French data regulator CNIL has fined Google €150 million ($170 million) and Meta/Facebook €60 million ($68 million) for violating EU privacy rules. Both companies did not allow French users to easily opt-out of the cookie tracking technology, as required by EU privacy rules, according to the CNIL press release.
The fines were specifically imposed on Google’s US and Irish operations (€90 million and €60 million, respectively) and on Facebook’s Irish arm. Both companies face a daily fine of 100,000 euros if they do not change their practices within three months of the official decision of the CNIL.

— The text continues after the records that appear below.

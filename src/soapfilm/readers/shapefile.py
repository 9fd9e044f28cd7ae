"""Shape files: a section described in TOML by kind and dimensions.

A shape file has a title, a length unit, and either one ``[section]`` table
or a list of ``[[part]]`` tables combined in order (``action = "add"`` or
``"cut"``); optional ``[mesh]`` and ``[solve]`` tables hold settings.  Each
section or part is one of

* a parametric kind (``kind = "keyed_shaft"`` ... with its dimensions; see
  ``soapfilm shapes``),
* ``kind = "outline"`` with ``points = [[x, y], ...]`` and optional
  ``holes = [[[x, y], ...], ...]``,
* ``kind = "file"`` with ``file = "drawing.dxf"`` or a point list, relative
  to the shape file,

and may be placed with ``rotate`` (degrees, about the origin) and
``position = [x, y]`` (applied after the rotation).  The section keeps the
exact curves of its parts (arcs, fillets, flanks), moved with them::

    title = "Feed roller shaft"
    units = "mm"

    [section]
    kind = "keyed_shaft"
    diameter = 40

    [mesh]
    size = 0.4
"""

from __future__ import annotations

import dataclasses
import math
import tomllib
from dataclasses import dataclass, field
from pathlib import Path

from shapely.geometry import Polygon

from ..errors import GeometryError, InputError
from ..profile import LENGTH_UNITS, Profile
from ..shapes.compose import ROTATE_LIMIT, combined, placed
from ..shapes.file_keys import MESH_KEYS, PART_KEYS, SOLVE_KEYS, SPECIAL_KINDS, TOP_KEYS
from ..shapes.registry import KINDS, build, suggest
from ..units import parse_drawing_length
from . import read_section, register
from ._names import options_named

__all__ = ["ShapeFile", "load_shapefile", "shapefile_from_document", "read_shapefile",
           "settings_for", "TOP_KEYS", "PART_KEYS", "MESH_KEYS", "SOLVE_KEYS", "SPECIAL_KINDS"]

_METHODS = ("auto", "direct", "amg")


@dataclass(frozen=True)
class ShapeFile:
    """A read shape file.

    Attributes
    ----------
    profile : Profile
    title : str
    settings : dict
        ``mesh_size``, ``chord`` (lengths in the profile's unit) and
        ``method`` when the file gives them.
    path : Path
    """

    profile: Profile
    title: str = ""
    settings: dict = field(default_factory=dict)
    path: Path | None = None


def _load_toml(path: Path) -> dict:
    try:
        with open(path, "rb") as fh:
            return tomllib.load(fh)
    except tomllib.TOMLDecodeError as exc:
        raise InputError(f"not valid TOML: {exc}", where=str(path),
                         fix="check quotes, brackets and '=' on that line") from None
    except UnicodeDecodeError:
        raise InputError("is not a text file", where=str(path)) from None
    except RecursionError:
        raise InputError("arrays or tables are nested too deeply to read", where=str(path),
                         fix="a shape file needs at most three levels of brackets "
                             "(hole point lists)") from None
    except OSError as exc:  # permission denied, a folder, a device that fails ...
        raise InputError(f"cannot read the file ({exc.strerror or type(exc).__name__})",
                         where=str(path), fix="check the file's permissions") from None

In addition to the fines, the select committee ordered the companies to provide Internet users based in France within three months with a means of refusing cookies, as simple as the existing means of accepting them, in order to guarantee their freedom of consent. If they fail to do so, the companies will have to pay a fine of 100,000 euros per day of delay.
“We are reviewing the authority’s decision and remain committed to cooperating with the relevant authorities,” a Meta spokesperson told Politico. “Our cookie consent controls give people more control over their data, including a new settings menu on Facebook and Instagram where people can review and manage their decisions at any time, and we continue to develop and improve these controls.”

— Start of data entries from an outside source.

def _curved_domains(mesh, nodes, margin: float = 1.1, tries: int = 10):
    p6 = nodes.p6
    e, cur = nodes.segment_edges, mesh.segment_curves
    segs = np.flatnonzero(nodes.segment_curved)
    mids = nodes.segment_mid
    a, b, m = p6[:, e[0, segs]], p6[:, e[1, segs]], p6[:, mids[segs]]
    chord = b - a
    length = np.hypot(*chord)
    nrm = np.stack([-chord[1], chord[0]]) / length  # left normal: into the material
    size = float(np.max(np.ptp(p6, axis=1)))
    tiny = 1e-12 * size
    # curve parameters of each edge's ends a, b (segments may run the other way)
    par = nodes.segment_params[:, segs]
    same = mesh.segments[0, segs] == e[0, segs]
    tpar = np.where(same, par, par[::-1])
    checks = []
    for c in np.unique(cur[segs]):
        sel = np.flatnonzero(cur[segs] == c)
        cv = mesh.curves[c]
        f = _conic(cv)
        if f is not None:
            chk = _ConicCheck(f, a[:, sel], m[:, sel], b[:, sel], nrm[:, sel], length[sel], size)
        else:
            chk = _EnvelopeCheck(cv, a[:, sel], b[:, sel], nrm[:, sel], *tpar[:, sel])
        if not chk.ok:
            return None
        checks.append((sel, chk))

    def judge(q, side, what):
        qa, qm, qb = q[:, e[0, segs]], q[:, mids[segs]], q[:, e[1, segs]]
        out = np.empty(len(segs), dtype=float if what == "violation" else bool)
        for sel, chk in checks:
            out[sel] = getattr(chk, what)(qa[:, sel], qm[:, sel], qb[:, sel], side)
        return out

    # corner directions: bisector of the left normals of the node's two boundary edges
    n = mesh.nnodes
    s_all = e.shape[1]
    chord_all = p6[:, e[1]] - p6[:, e[0]]
    left = np.stack([-chord_all[1], chord_all[0]]) / np.hypot(*chord_all)
    out_edge = np.full(n, -1)
    in_edge = np.full(n, -1)
    out_edge[e[0]] = np.arange(s_all)
    in_edge[e[1]] = np.arange(s_all)
    ends = np.concatenate([e[0, segs], e[1, segs]])
    corners = np.unique(ends)
    bis = left[:, out_edge[corners]] + left[:, in_edge[corners]]
    bis /= np.maximum(np.hypot(*bis), 1e-300)
    slot = np.searchsorted(corners, ends)  # corner slot of each curved edge's a, then b
    cos_end = np.einsum("ij,ij->j", bis[:, slot], np.concatenate([nrm, nrm], axis=1))
    if np.any(cos_end <= 0.05):  # a hairpin corner: cannot move along the bisector
        return None
    # straight boundary edges at a moved corner must tilt the right way too
    for adj in (out_edge[corners], in_edge[corners]):
        if np.any(np.einsum("ij,ij->j", bis, left[:, adj]) <= 0.05):
            return None

    k = len(segs)
    straight = np.ones(p6.shape[1] - n, dtype=bool)
    straight[mids[segs] - n] = False
    ed = nodes.edges[:, straight]
    result = {}
    for side in (+1, -1):
        delta = margin * judge(p6, side, "violation") + tiny
        for _ in range(tries):
            amount = np.zeros(len(corners))
            np.maximum.at(amount, slot, np.concatenate([delta, delta]) / cos_end)
            q = p6.copy()
            q[:, corners] += side * bis * amount
            normal_ends = amount[slot] * cos_end  # normal move of a and b
            q[:, mids[segs]] += side * nrm * 0.5 * (normal_ends[:k] + normal_ends[k:])
            # every other mid-node at the midpoint of its (possibly moved) corners
            q[:, n + np.flatnonzero(straight)] = 0.5 * (q[:, ed[0]] + q[:, ed[1]])
            bad = ~judge(q, side, "certified")
            if not bad.any():
                break
            delta[bad] *= 1.5
        else:
            return None
        result[side] = q
    curved = nodes.curved
    t6 = nodes.t6
    cidx = np.flatnonzero(curved)
    sidx = np.flatnonzero(~curved)
    for q in result.values():
        if np.any(_jacobian_lower_bound(q[:, t6[:, cidx]]) <= 0):
            return None
        area, _ = p1.geometry(q, t6[:3, sidx])
        if np.any(area <= 0):
            return None
    moved = np.flatnonzero(np.any(result[1] != p6, axis=0) | np.any(result[-1] != p6, axis=0))
    return OutlineDomains(p_in=result[1], p_out=result[-1], curved=curved.copy(), ok=True,
                          how="curved", moved=moved)


def _drawn_bounds(mesh: Mesh, fields: P2Fields, construction: str, shares):
    """J bounds for the drawn outline from the P2 fields (see :func:`outline_domains`).

    ``shares`` are the mesh's element shares and their rounding bounds
    (:func:`_all_shares`).  Returns ``(j_lo, j_hi, slack, scope, how)``: each
    bound is the sum of every element's share on its domain (the elements the
    construction touches evaluated afresh, the others as on the mesh), widened
    by its rounding bound; ``slack`` is each element's share of the two
    changes (added to the refinement indicators), ``rounding`` the two
    widenings together.
    """
    nodes = fields.nodes
    t6 = nodes.t6
    m = t6.shape[1]
    origin = fields.origin[:, None]
    phi, w, cvals = fields.phi, fields.omega, fields.hole_values
    mesh_lo, mesh_hi, mesh_elo, mesh_ehi = shares
    dom = outline_domains(mesh, nodes, construction)
    touched = np.zeros(nodes.nnodes, dtype=bool)
    touched[dom.moved] = True
    elems = np.flatnonzero(touched[t6].any(axis=0) | nodes.curved)
    if dom.ok:
        p_lo, p_hi, scope, how = dom.p_in, dom.p_out, "curves", dom.how
        curved = dom.curved
    else:
        # neither domain: exact bounds for the straight-sided mesh polygon
        p_lo = p_hi = _straight_mesh(nodes)
        curved = np.zeros(m, dtype=bool)
        scope, how = "mesh", ""
    lo_new, _, elo_new, _ = _shares(p_lo - origin, t6, curved, elems, phi, w, certify=True)
    _, hi_new, _, ehi_new = _shares(p_hi - origin, t6, curved, elems, phi, w, certify=True)
    lo_all, hi_all = mesh_lo.copy(), mesh_hi.copy()
    elo_all, ehi_all = mesh_elo.copy(), mesh_ehi.copy()
    lo_all[elems], elo_all[elems] = lo_new, elo_new
    hi_all[elems], ehi_all[elems] = hi_new, ehi_new
    hterm, herr, _ = _hole_term(mesh, nodes, p_lo - origin, cvals)
    lower, upper = _functionals(lo_all, hi_all, elo_all, ehi_all, hterm, herr)
    j_lo, j_hi = lower.lower, upper.upper
    d_lo = lo_new - mesh_lo[elems]
    d_hi = hi_new - mesh_hi[elems]
    slack = np.zeros(m)
    if dom.ok:
        # an element next to hole k gains or loses 4 C_k times its area change in
        # its own share, which the hole term gives back: count the difference
        c_node = np.concatenate([[0.0, 0.0], cvals])[nodes.boundary_marker]
        c_el = c_node[t6[:, elems]].max(axis=0)
        d_area = _element_areas(p_lo, t6, curved, elems) \
            - _element_areas(nodes.p6, t6, nodes.curved, elems)
        slack[elems] = np.abs(d_lo - 4.0 * c_el * d_area) + np.abs(d_hi)
    else:  # refine the boundary elements (as the P1 solver does)
        on_b = nodes.boundary_marker > 0
        hit = on_b[t6].any(axis=0)
        slack[hit] = (j_hi - j_lo) / max(int(hit.sum()), 1)
    return j_lo, j_hi, slack, scope, how, lower.rounding + upper.rounding


def _straight_mesh(nodes: P2Nodes) -> np.ndarray:
    """P2 node positions with every mid-node at its chord midpoint (the mesh polygon)."""
    q = nodes.p6.copy()
    n = q.shape[1] - nodes.edges.shape[1]
    q[:, n:] = 0.5 * (q[:, nodes.edges[0]] + q[:, nodes.edges[1]])
    return q


# ------------------------------------------------------------------ peak shear


@dataclass(frozen=True)
class P2Peak:
    """Peak boundary shear (per unit ``G * theta``) from a P2 solution.

    Attributes
    ----------
    value : float
        max over boundary P2 nodes of ``|tau_phi|`` (node-averaged, see
        :func:`boundary_peak_p2`).
    node : int
        P2 node where it sits.
    xy : tuple of float
        Its coordinates in the mesh frame (not centred).
    warping_value : float
        ``|tau_w|`` at the same node, averaged the same way: a cross-check.
    nodes : ndarray
        Boundary P2 nodes.
    tau_phi, tau_w : ndarray
        ``|tau|`` from each field at ``nodes``.
    """

    value: float
    node: int
    xy: tuple[float, float]
    warping_value: float
    nodes: np.ndarray
    tau_phi: np.ndarray
    tau_w: np.ndarray


def _nodal_gradients(fields: P2Fields, u: np.ndarray) -> np.ndarray:
    """Gradient of ``u`` at the six local nodes of every element, ``(2, 6, M)``.

    Affine elements: the barycentric gradients; curved elements: the
    isoparametric map's Jacobian at each node.
    """
    t6 = fields.t6
    g = _gradient_at(t6, fields.elem_grad, u, NODE_BARY)
    cidx = np.flatnonzero(fields.nodes.curved)
    if len(cidx):
        _, det, cg = _iso_map(fields.p[:, t6[:, cidx]], NODE_BARY)
        g[:, :, cidx] = np.einsum("ckqe,ke->cqe", cg, u[t6[:, cidx]]) / det
    return g


def boundary_peak_p2(fields: P2Fields) -> P2Peak:
    """Peak shear on the boundary from the P2 element gradients.

    One rule for every boundary node.  The gradient of each element is
    evaluated at its six local nodes (with the isoparametric Jacobian on
    curved elements).  A boundary mid-node belongs to one element only, so
    its value is unique.  A boundary corner node is shared by several
    elements whose one-sided gradients differ by the discretisation error;
    they are averaged with the element areas as weights (vector average,
    then magnitude).  The per-element maximum would instead pick the largest
    of these one-sided values, an upward bias of the size of the gradient
    error itself; the average is the centred estimate.  Along a boundary
    edge ``phi`` is constant (three equal nodal values of a quadratic), so
    ``tau_phi`` there is tangent to the boundary.  ``|grad phi|^2`` is
    subharmonic, so its maximum over the section lies on the boundary.
    With mid-nodes on the drawn curves, a concave fillet is a smooth
    boundary and needs no exception; sharp re-entrant corners are the
    caller's business (:func:`soapfilm.solve.boundary_peak`).

    The warping shear ``tau_w = grad(omega) + (-y, x)`` is averaged in the
    same way at the same nodes; the two fields converge to the same stress
    from opposite sides of the hypercircle, so their difference at the peak
    node shows how far the peak has settled.
    """
    t6 = fields.t6
    n = fields.p.shape[1]
    m = t6.shape[1]
    gphi = _nodal_gradients(fields, fields.phi)  # (2, 6, M)
    gw = _nodal_gradients(fields, fields.omega)
    x, y = fields.p[0, t6], fields.p[1, t6]  # (6, M)
    tw = np.stack([gw[0] - y, gw[1] + x])
    tp = np.stack([gphi[1], -gphi[0]])
    wts = np.broadcast_to(fields.elem_area, (6, m))
    idx = t6.ravel()
    wsum = np.bincount(idx, weights=wts.ravel(), minlength=n)

    def avg(v):
        return np.stack(
            [np.bincount(idx, weights=(v[c] * wts).ravel(), minlength=n) / np.maximum(wsum, 1e-300)
             for c in range(2)]
        )

    bnodes = np.flatnonzero(fields.nodes.boundary_marker > 0)
    ap, aw = avg(tp)[:, bnodes], avg(tw)[:, bnodes]
    tau_p = np.hypot(ap[0], ap[1])
    tau_w = np.hypot(aw[0], aw[1])
    i = int(np.argmax(tau_p))
    node = int(bnodes[i])
    xy = fields.p[:, node] + fields.origin
    return P2Peak(
        value=float(tau_p[i]),
        node=node,
        xy=(float(xy[0]), float(xy[1])),
        warping_value=float(tau_w[i]),
        nodes=bnodes,
        tau_phi=tau_p,
        tau_w=tau_w,
    )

“People trust that we respect and protect their right to privacy. We understand our responsibility to protect that trust and commit to further changes and active cooperation with the CNIL in light of this decision under the ePrivacy Directive,” a Google spokesperson said. in a statement.
CNIL said it has issued 100 injunctions and sanctions related to non-compliance with the cookie law since it came into effect on March 31, 2021. The regulator previously fined Google €100 million for cookie violations under European e-Privacy rules and €50 million for GDPR violations.
Google is still challenging the €100 million fine in France’s highest court. It is also expected to fight the final sanction, according to Politico. At the same time, the fines against Google and Meta’s Irish operations point to major tensions between the EU and Ireland. Europe sees Ireland’s actions as too friendly to tech giants headquartered there, and hostile to user privacy.